"""Stress set: narrow features placed between the nodes of a one-region or few-region run.

A run that meets its goal in one region (or after a few splits) has seen its integrand only at that region's
nodes, its vertex probes and whatever its audit adds.  A slab, a narrow bump, a jump or a kink that falls
between those nodes is invisible to the rule's own error estimate; this set places such features there on
purpose and counts the runs that say ``converged`` although their true error is above twice the goal
("silent wrong answers").  It is a stress test of the honesty checks (vertex probes, face probes, split
checks, the audit), not a calibration: many of its runs stay silent with any deterministic node set (a slab
narrower than every gap between nodes is invisible to all of them), so compare versions on it run for run
(``--json``) and never let a change add a silent answer.

Every integrand is ``B(x) + h F(x)`` on ``[0, 1]^d`` with the smooth base ``B(x) = exp(0.2 sum x_i)`` and a
feature ``F`` whose integral is a chosen share of the total (3e-6 .. 3e-2).  Each value below is exact (closed
forms, sources named beside each one).  Feature positions lie in the gaps between the node coordinates of the
first region's rule (tensor Gauss-Kronrod in 2-D, Genz-Malik from 3-D on) and, for half of the draws, of its
children after a bisection of that axis.

Usage::

    python benchmarks/stress.py                       # d = 2..6, rel_tol 1e-4 and 1e-6
    python benchmarks/stress.py --dims 2 --json out.json
    python benchmarks/stress.py --compare a.json b.json      # run-for-run silent and evaluation changes
"""

from __future__ import annotations

import argparse
import json
import math
import sys
import time
from fractions import Fraction
from pathlib import Path

import numpy as np
from scipy.special import erf

sys.path.insert(0, str(Path(__file__).resolve().parents[1]))

import cubage  # noqa: E402

BASE_RATE = 0.2
KINDS = ("slab", "ridge", "bump", "jump", "kink", "oblique-slab", "oblique-jump", "corner")
SHARES = (3e-6, 3e-5, 3e-4, 3e-3, 3e-2)

# 1-D node abscissae on [-1, 1] of the first region's rule along one axis (the rule's tabulated values):
# K15 (Kronrod 1965; QUADPACK, Piessens et al. 1983) and Genz-Malik's generators 0, sqrt(9/70), sqrt(9/10),
# sqrt(9/19) (Genz & Malik 1980)
_K15 = (0.991455371120812639, 0.949107912342758525, 0.864864423359769073, 0.741531185599394440,
        0.586087235467691130, 0.405845151377397167, 0.207784955007898468, 0.0)
_GM = (0.0, math.sqrt(9 / 70), math.sqrt(9 / 10), math.sqrt(9 / 19))


def base_integral(d: int) -> float:
    # int_[0,1]^d exp(a sum x_i) dx = ((e^a - 1) / a)^d (elementary antiderivative, product of 1-D integrals)
    return (math.expm1(BASE_RATE) / BASE_RATE) ** d


def irwin_hall_cdf(s: float, k: int) -> float:
    # P(U_1 + ... + U_k <= s) = (1/k!) sum_{j <= s} (-1)^j C(k, j) (s - j)^k for independent uniforms
    # (Irwin-Hall distribution; Hall 1927, Irwin 1927); in exact rational arithmetic (no cancellation)
    if s <= 0:
        return 0.0
    if s >= k:
        return 1.0
    q = Fraction(s)
    tot = sum((-1) ** j * math.comb(k, j) * (q - j) ** k for j in range(int(math.floor(s)) + 1))
    return float(tot / math.factorial(k))


def gauss_1d(c: float, w: float) -> float:
    # int_0^1 exp(-((x - c)/w)^2) dx = w sqrt(pi)/2 (erf((1 - c)/w) + erf(c/w))
    # (definition of erf, Abramowitz & Stegun 7.1.1)
    return w * math.sqrt(math.pi) / 2 * (erf((1 - c) / w) + erf(c / w))


def node_gaps(d: int, refine: bool) -> list[tuple[float, float]]:
    """Gaps (lo, hi) in [0, 1] between the first region's node coordinates along one axis (and, when ``refine``,
    those of its two children after a bisection of that axis too), the probes' 2^-20 margins left out."""
    u = _K15 if d == 2 else _GM
    one = sorted({0.5 + 0.5 * s * a for a in u for s in (1, -1)})
    pts = set(one)
    if refine:
        pts |= {0.5 * x for x in one} | {0.5 + 0.5 * x for x in one} | {0.5}
    pts = sorted(pts | {2.0 ** -20, 1 - 2.0 ** -20})
    return [(a, b) for a, b in zip(pts[:-1], pts[1:]) if b - a > 1e-6]


def draw(kind: str, d: int, rng: np.random.Generator) -> dict:
    """One stress integrand: ``f``, exact value, and a description."""
    share = float(rng.choice(SHARES))
    refine = bool(rng.integers(2))
    gaps = node_gaps(d, refine)
    k = int(rng.integers(d))
    lo, hi = gaps[int(rng.integers(len(gaps)))]
    gap = hi - lo
    base = base_integral(d)
    rate = BASE_RATE

    def smooth(X):
        return np.exp(rate * X.sum(axis=1))

    if kind == "slab":                    # h on a < x_k < b inside one gap: h (b - a) (elementary)
        w = gap * float(rng.uniform(0.1, 0.8))
        a = lo + (gap - w) * float(rng.uniform(0, 1))
        b = a + w
        unit = w
        feat = (lambda a, b, k: lambda X: ((X[:, k] > a) & (X[:, k] < b)).astype(float))(a, b, k)
        desc = f"slab {a:.5f}<x{k}<{b:.5f}"
    elif kind == "ridge":                 # h exp(-((x_k - c)/w)^2): gauss_1d (A&S 7.1.1)
        c = lo + gap * float(rng.uniform(0.3, 0.7))
        w = gap * float(rng.uniform(0.05, 0.3))
        unit = gauss_1d(c, w)
        feat = (lambda c, w, k: lambda X: np.exp(-((X[:, k] - c) / w) ** 2))(c, w, k)
        desc = f"ridge x{k}={c:.5f} w={w:.2g}"
    elif kind == "bump":                  # h exp(-|x - c|^2 / w^2): product of gauss_1d (A&S 7.1.1)
        c = np.empty(d)
        for i in range(d):
            gl, gh = gaps[int(rng.integers(len(gaps)))]
            c[i] = gl + (gh - gl) * float(rng.uniform(0.3, 0.7))
        w = gap * float(rng.uniform(0.3, 1.0))
        unit = float(np.prod([gauss_1d(float(ci), w) for ci in c]))
        feat = (lambda c, w: lambda X: np.exp(-(((X - c) / w) ** 2).sum(axis=1)))(c, w)
        desc = f"bump c={np.round(c, 4).tolist()} w={w:.2g}"
    elif kind == "jump":                  # h on x_k > c: h (1 - c) (elementary)
        c = lo + gap * float(rng.uniform(0.1, 0.9))
        unit = 1 - c
        feat = (lambda c, k: lambda X: (X[:, k] > c).astype(float))(c, k)
        desc = f"jump x{k}>{c:.5f}"
    elif kind == "kink":                  # h |x_k - c|: h (c^2 + (1 - c)^2) / 2 (elementary)
        c = lo + gap * float(rng.uniform(0.1, 0.9))
        unit = (c * c + (1 - c) ** 2) / 2
        feat = (lambda c, k: lambda X: np.abs(X[:, k] - c))(c, k)
        desc = f"kink x{k}={c:.5f}"
    elif kind == "oblique-slab":          # h on s1 < sum x < s2: Irwin-Hall CDF difference (Hall 1927, Irwin 1927)
        s1 = float(rng.uniform(0.05, d - 0.1))
        s2 = s1 + float(10 ** rng.uniform(-2.5, -1))
        unit = irwin_hall_cdf(s2, d) - irwin_hall_cdf(s1, d)
        feat = (lambda s1, s2: lambda X: ((X.sum(axis=1) > s1) & (X.sum(axis=1) < s2)).astype(float))(s1, s2)
        desc = f"oblique slab {s1:.4f}<sum<{s2:.4f}"
    elif kind == "oblique-jump":          # h on sum x > s: 1 - Irwin-Hall CDF (Hall 1927, Irwin 1927)
        s = float(rng.uniform(0.05, d - 0.05))
        unit = 1 - irwin_hall_cdf(s, d)
        feat = (lambda s: lambda X: (X.sum(axis=1) > s).astype(float))(s)
        desc = f"oblique jump sum>{s:.4f}"
    elif kind == "corner":                # h on x_i > c for every i, c beyond the outermost nodes: h (1 - c)^d
        # (elementary: the volume of a cube of side 1 - c)
        outer = gaps[-1]
        c = outer[0] + (outer[1] - outer[0]) * float(rng.uniform(0.05, 0.95))
        unit = (1 - c) ** d
        feat = (lambda c: lambda X: (X > c).all(axis=1).astype(float))(c)
        desc = f"corner x>{c:.5f}"
    else:
        raise ValueError(kind)
    if not unit > 0:
        unit = 1e-300
    h = share * base / unit
    f = (lambda feat, h: lambda X: smooth(X) + h * feat(X))(feat, h)
    return dict(f=f, exact=base + h * unit, desc=f"{desc} share={share:g}", kind=kind, d=d)


def cases(dims, per_kind: int, seed: int) -> list[dict]:
    out = []
    for d in dims:
        rng = np.random.default_rng([seed, d])
        for kind in KINDS:
            for i in range(per_kind):
                c = draw(kind, d, rng)
                c["index"] = i
                out.append(c)
    return out


def run(dims, tols, per_kind, seed, budget, out=sys.stdout, verbose=False) -> list[dict]:
    rows = []
    for c in cases(dims, per_kind, seed):
        d = c["d"]
        for tol in tols:
            t0 = time.perf_counter()
            r = cubage.integrate(c["f"], cubage.Box([0.0] * d, [1.0] * d), rel_tol=tol, budget=budget,
                                 raise_on_failure=False)
            true = abs(r.value - c["exact"])
            goal = tol * abs(c["exact"])
            rec = dict(kind=c["kind"], d=d, index=c["index"], tol=tol, desc=c["desc"], status=r.status,
                       evals=int(r.evaluations), true=float(true / abs(c["exact"])),
                       reported=float(r.error / abs(c["exact"])), held=bool(true <= r.error),
                       silent=bool(r.status == "converged" and true > 2 * goal),
                       seconds=time.perf_counter() - t0)
            rows.append(rec)
            if verbose or rec["silent"]:
                print(f"{'SILENT' if rec['silent'] else '      '} d={d} tol={tol:.0e} {c['desc']:60s} "
                      f"{r.status:12s} evals {r.evaluations:8d} true/goal {true / goal:9.3g}", file=out, flush=True)
    return rows


def summary(rows, out=sys.stdout) -> None:
    tols = sorted({r["tol"] for r in rows}, reverse=True)
    dims = sorted({r["d"] for r in rows})
    print("\n| d | tol | runs | silent | held | converged | evaluations |", file=out)
    print("|---|---|---|---|---|---|---|", file=out)
    for tol in tols:
        for d in dims + [None]:
            sub = [r for r in rows if r["tol"] == tol and (d is None or r["d"] == d)]
            if not sub:
                continue
            print(f"| {d if d is not None else 'all'} | {tol:.0e} | {len(sub)} | {sum(r['silent'] for r in sub)} | "
                  f"{sum(r['held'] for r in sub)} | {sum(r['status'] == 'converged' for r in sub)} | "
                  f"{sum(r['evals'] for r in sub)} |", file=out)


def compare(a_path, b_path, out=sys.stdout) -> None:
    A = json.loads(Path(a_path).read_text())
    B = json.loads(Path(b_path).read_text())
    key = lambda r: (r["d"], r["kind"], r["index"], r["tol"])  # noqa: E731
    bi = {key(r): r for r in B}
    added = removed = 0
    for r in A:
        s = bi.get(key(r))
        if s is None:
            continue
        if s["silent"] and not r["silent"]:
            added += 1
            print(f"new silent   d={r['d']} tol={r['tol']:.0e} {r['desc']}: {r['status']} {r['evals']} -> "
                  f"{s['status']} {s['evals']} true {s['true']:.2e}", file=out)
        elif r["silent"] and not s["silent"]:
            removed += 1
            print(f"silent fixed d={r['d']} tol={r['tol']:.0e} {r['desc']}: {s['status']} {s['evals']}", file=out)
    print(f"silent {sum(r['silent'] for r in A)} -> {sum(s['silent'] for s in B)} (added {added}, removed "
          f"{removed}); evaluations {sum(r['evals'] for r in A)} -> {sum(s['evals'] for s in B)}", file=out)


def main(argv=None) -> int:
    p = argparse.ArgumentParser(description=__doc__.splitlines()[0])
    p.add_argument("--dims", type=int, nargs="+", default=[2, 3, 4, 5, 6])
    p.add_argument("--tols", type=float, nargs="+", default=[1e-4, 1e-6])
    p.add_argument("--per-kind", type=int, default=5, help="draws per feature kind and dimension")
    p.add_argument("--seed", type=int, default=31, help="placement seed of the stress set (not a calibration seed)")
    p.add_argument("--budget", type=int, default=300_000)
    p.add_argument("--json", help="write every run to this file")
    p.add_argument("--verbose", action="store_true", help="print every run, not only the silent ones")
    p.add_argument("--compare", nargs=2, metavar=("BEFORE", "AFTER"), help="compare two --json files")
    a = p.parse_args(argv)
    if a.compare:
        compare(*a.compare)
        return 0
    print(f"# stress set: seed {a.seed}, {a.per_kind} per kind, budget {a.budget}, cubage from {cubage.__file__}")
    t0 = time.perf_counter()
    rows = run(a.dims, a.tols, a.per_kind, a.seed, a.budget, verbose=a.verbose)
    summary(rows)
    print(f"total {time.perf_counter() - t0:.0f} s")
    if a.json:
        Path(a.json).write_text(json.dumps(rows, indent=0))
    return 0


if __name__ == "__main__":
    raise SystemExit(main())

* * *

Find the word "draws" in the entries, and copy every line it shows up in.

- _ANSWER SPACE_
first region's rule (tensor Gauss-Kronrod in 2-D, Genz-Malik from 3-D on) and, for half of the draws, of its
    p.add_argument("--per-kind", type=int, default=5, help="draws per feature kind and dimension")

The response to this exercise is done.